Yesterday I took my 6 year old granddaughter on a hike to our favorite wildlife sanctuary.  She asked me to take a picture of a fallen tree for her.  Instead of doing it I asked her if she wanted to take the picture herself.  So, I showed her how to hold the camera and snap a picture.  That was the last I used the camera for the rest of the hike.

She didn't just snap away.  She thoughtfully looked for things that interested her.  Here is a sampling of what interests a 6 year old.  I may be buying another camera soon.

Tree roots



E5436B93-91E4-4625-90E8-280ACF69D97E by Peter Martin, on Flickr

Small cave



D95579C3-FF6E-4CA1-BEF6-DC58C5B1A150 by Peter Martin, on Flickr

Tunnel through rocks



594A3AAC-EE15-4BE9-9F71-268C3884C76A by Peter Martin, on Flickr

Me



82040D4E-B85E-4A1A-BAA2-9586709DC021 by Peter Martin

Sky reflected on pond



E5ADB25E-F9F2-4835-97C5-D8FDBEF94331 by Peter Martin, on Flickr


----------



## zombiesniper (Jan 12, 2020)

Great start.


----------



## jcdeboever (Jan 12, 2020)

That is cool.


----------



## Jeff G (Jan 12, 2020)

Pete, I think your right about the new camera soon.


----------



## Jeff15 (Jan 12, 2020)

Keep encouraging her, its a good start


----------



## Original katomi (Jan 12, 2020)

Only a few years before she can join, some brill photography.... watch out you will be replaced lol


----------



## PJM (Jan 13, 2020)

zombiesniper said:


> Great start.





jcdeboever said:


> That is cool.





Jeff G said:


> Pete, I think your right about the new camera soon.





Jeff15 said:


> Keep encouraging her, its a good start





Original katomi said:


> Only a few years before she can join, some brill photography.... watch out you will be replaced lol



Thanks everyone.  It was quite fun watching her get into it.  I'm hoping it becomes one of those special things we can do together when she visits.


----------



## K9Kirk (Jan 13, 2020)

Now you'll have to answer to her parents ... "What did you do to her? She won't stop talking about photography!! " lol!

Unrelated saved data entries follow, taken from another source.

def _chord_errors(kin, points, ev, beta, a, b, camera_event, effects, solve=True):
    """Chord error (module docstring) of edges a-b, with the exact midpoint images.
    NaN where an end has no retarded event. ``solve`` False: the edges are known to be
    distinct, so their midpoints are solved as they are, without looking for repeats."""
    mid = _midpoints(
        np.ascontiguousarray(points, dtype=float),
        np.ascontiguousarray(a, dtype=np.int64),
        np.ascontiguousarray(b, dtype=np.int64),
    )
    if solve:
        ev_mid, beta_mid = _solve_unique(kin, mid, camera_event, effects)
    else:
        ev_mid, beta_mid = kin.retarded(
            mid, camera_event, delay=effects.delay, contraction=effects.contraction
        )
    err = _edge_errors(
        np.ascontiguousarray(ev),
        np.ascontiguousarray(beta),
        np.ascontiguousarray(a, dtype=np.int64),
        np.ascontiguousarray(b, dtype=np.int64),
        np.ascontiguousarray(ev_mid),
        np.ascontiguousarray(beta_mid),
        np.asarray(camera_event, float),
    )
    return err, mid, ev_mid, beta_mid


@njit(cache=True, parallel=True)
def _midpoints(points, a, b):
    """0.5 (points[a] + points[b]), (E, 3), in one pass."""
    mid = np.empty((a.shape[0], 3))
    for i in prange(a.shape[0]):
        for ax in range(3):
            mid[i, ax] = 0.5 * (points[a[i], ax] + points[b[i], ax])
    return mid


@njit(cache=True, parallel=True, error_model="numpy")
def _edge_errors(ev, beta, a, b, ev_mid, beta_mid, cam):
    """Chord error (module docstring) of each edge a-b from its ends' and its midpoint's
    events and velocities; NaN where one is NaN."""
    err = np.empty(a.shape[0])
    for i in prange(a.shape[0]):
        j, k = a[i], b[i]
        dist = 0.0
        off = 0.0
        for ax in range(1, 4):
            d = ev_mid[i, ax] - cam[ax]
            dist += d * d
            c = ev_mid[i, ax] - 0.5 * (ev[j, ax] + ev[k, ax])
            off += c * c
        dbeta = 0.0
        for ax in range(3):
            d = beta_mid[i, ax] - 0.5 * (beta[j, ax] + beta[k, ax])
            dbeta += d * d
        angle = math.sqrt(off) / math.sqrt(dist)
        dbeta = math.sqrt(dbeta)
        if angle != angle or dbeta != dbeta:
            err[i] = np.nan
        else:
            err[i] = max(angle, dbeta)
    return err


def _uniform_error(kin, points, ev, beta, faces, camera_event, effects, rng) -> float:
    """Largest chord error over the sub-edges of ``faces`` (a seeded sample if many)."""
    edges = np.concatenate([faces[:, [0, 1]], faces[:, [1, 2]], faces[:, [2, 0]]])
    edges = np.unique(np.sort(edges, axis=1), axis=0)
    if edges.shape[0] > MAX_CHECKED_EDGES:
        edges = edges[rng.choice(edges.shape[0], MAX_CHECKED_EDGES, replace=False)]
    err, _, _, _ = _chord_errors(
        kin, points, ev, beta, edges[:, 0], edges[:, 1], camera_event, effects
    )
    err = err[np.isfinite(err)]
    return float(err.max()) if err.size else 0.0


def _split_marked(tri, mid, parent):
    """One red-green refinement step. ``mid`` (F, 3) holds the new vertex on edge j
    (vertex j to j+1) or -1. Faces keep their orientation; faces sharing an edge split it
    the same way, so the mesh stays conforming."""
    marked = mid >= 0
    count = marked.sum(axis=1)
    # rotate each face so that a single marked edge is edge 0, or the single unmarked
    # edge of a two-marked face is edge 2
    shift = np.zeros(len(tri), np.int64)
    one = count == 1
    shift[one] = np.argmax(marked[one], axis=1)
    two = count == 2
    shift[two] = (np.argmin(marked[two], axis=1) + 1) % 3
    order = (np.arange(3)[None] + shift[:, None]) % 3
    v = np.take_along_axis(tri, order, axis=1)
    m = np.take_along_axis(mid, order, axis=1)
    v0, v1, v2 = v[:, 0], v[:, 1], v[:, 2]
    m0, m1, m2 = m[:, 0], m[:, 1], m[:, 2]
    parts, owners = [], []

    def add(sel, *corners):
        parts.append(np.stack([c[sel] for c in corners], axis=1))
        owners.append(parent[sel])

    keep = count == 0
    add(keep, v0, v1, v2)
    add(one, v0, m0, v2)
    add(one, m0, v1, v2)
    add(two, m0, v1, m1)
    add(two, v0, m0, m1)
    add(two, v0, m1, v2)
    three = count == 3
    add(three, v0, m0, m2)
    add(three, m0, v1, m1)
    add(three, m2, m1, v2)
    add(three, m0, m1, m2)
    return np.concatenate(parts), np.concatenate(owners)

Interesting set and they clearly depict the mind of an adventurous child.


----------



## smoke665 (Jan 13, 2020)

Great learning and bonding time.


----------



## PJM (Jan 14, 2020)

K9Kirk said:


> Now you'll have to answer to her parents ... "What did you do to her? She won't stop talking about photography!! " lol!
> 
> Interesting set and they clearly depict the mind of an adventurous child.



As she never stops talking anyway it will only be a change of topic


----------



## PJM (Jan 14, 2020)

smoke665 said:


> Great learning and bonding time.


Yes.  We have a short but growing list:  hiking, fishing, and now this.


----------



## primefactor123 (Jan 18, 2020)

She's off to a good start.


----------



## Winona (Jan 18, 2020)

That is how I ended up with my Canon 80D. Daughter took over the T2i.


----------



## Derrel (Jan 18, 2020)

Excellent!! Loved seeing these.


----------